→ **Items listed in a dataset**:
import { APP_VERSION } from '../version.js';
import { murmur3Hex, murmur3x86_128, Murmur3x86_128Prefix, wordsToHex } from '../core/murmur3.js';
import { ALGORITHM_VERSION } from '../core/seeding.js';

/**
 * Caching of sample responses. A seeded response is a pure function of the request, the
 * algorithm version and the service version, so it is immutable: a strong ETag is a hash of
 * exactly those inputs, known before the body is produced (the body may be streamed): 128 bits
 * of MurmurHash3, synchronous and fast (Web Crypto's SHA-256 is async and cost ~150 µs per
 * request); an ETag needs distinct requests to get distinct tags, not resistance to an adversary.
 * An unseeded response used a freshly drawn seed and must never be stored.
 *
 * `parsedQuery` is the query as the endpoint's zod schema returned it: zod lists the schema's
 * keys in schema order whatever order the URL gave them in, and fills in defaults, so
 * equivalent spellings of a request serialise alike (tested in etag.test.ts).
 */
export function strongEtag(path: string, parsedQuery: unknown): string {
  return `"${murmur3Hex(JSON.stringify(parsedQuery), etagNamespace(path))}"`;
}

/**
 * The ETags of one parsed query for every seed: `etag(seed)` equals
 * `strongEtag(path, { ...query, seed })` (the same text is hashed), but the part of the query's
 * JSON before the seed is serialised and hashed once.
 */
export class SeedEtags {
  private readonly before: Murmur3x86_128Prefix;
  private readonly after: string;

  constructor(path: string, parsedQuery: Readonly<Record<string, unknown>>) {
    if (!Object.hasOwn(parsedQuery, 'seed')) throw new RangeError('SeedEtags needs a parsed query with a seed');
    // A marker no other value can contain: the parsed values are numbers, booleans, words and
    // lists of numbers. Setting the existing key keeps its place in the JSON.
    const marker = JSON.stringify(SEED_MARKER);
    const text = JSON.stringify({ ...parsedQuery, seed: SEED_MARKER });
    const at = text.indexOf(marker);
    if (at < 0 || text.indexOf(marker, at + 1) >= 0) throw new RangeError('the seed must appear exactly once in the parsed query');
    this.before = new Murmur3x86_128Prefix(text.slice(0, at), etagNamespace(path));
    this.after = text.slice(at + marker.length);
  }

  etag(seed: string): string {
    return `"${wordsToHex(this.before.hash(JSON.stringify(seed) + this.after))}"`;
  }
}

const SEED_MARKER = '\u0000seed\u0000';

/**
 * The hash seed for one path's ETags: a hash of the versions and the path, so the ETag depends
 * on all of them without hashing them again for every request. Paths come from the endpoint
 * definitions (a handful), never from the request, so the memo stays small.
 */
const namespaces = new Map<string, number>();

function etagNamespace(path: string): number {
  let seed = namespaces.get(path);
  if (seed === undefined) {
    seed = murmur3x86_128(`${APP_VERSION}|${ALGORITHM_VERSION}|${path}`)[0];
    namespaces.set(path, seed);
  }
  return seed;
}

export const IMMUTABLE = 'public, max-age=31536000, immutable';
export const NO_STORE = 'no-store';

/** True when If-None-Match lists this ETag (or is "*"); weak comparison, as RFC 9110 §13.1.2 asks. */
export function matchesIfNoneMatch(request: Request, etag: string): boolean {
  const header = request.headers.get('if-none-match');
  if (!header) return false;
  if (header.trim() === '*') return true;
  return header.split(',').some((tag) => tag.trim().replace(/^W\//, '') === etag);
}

→ **Exercise brief**:
Beginning with the line that contains "function etagNamespace(path: string): number" and ending with the last line of the data above, return those lines exactly and nothing else.

→ **Solution to this task**:
function etagNamespace(path: string): number {
  let seed = namespaces.get(path);
  if (seed === undefined) {
    seed = murmur3x86_128(`${APP_VERSION}|${ALGORITHM_VERSION}|${path}`)[0];
    namespaces.set(path, seed);
  }
  return seed;
}

export const IMMUTABLE = 'public, max-age=31536000, immutable';
export const NO_STORE = 'no-store';

/** True when If-None-Match lists this ETag (or is "*"); weak comparison, as RFC 9110 §13.1.2 asks. */
export function matchesIfNoneMatch(request: Request, etag: string): boolean {
  const header = request.headers.get('if-none-match');
  if (!header) return false;
  if (header.trim() === '*') return true;
  return header.split(',').some((tag) => tag.trim().replace(/^W\//, '') === etag);
}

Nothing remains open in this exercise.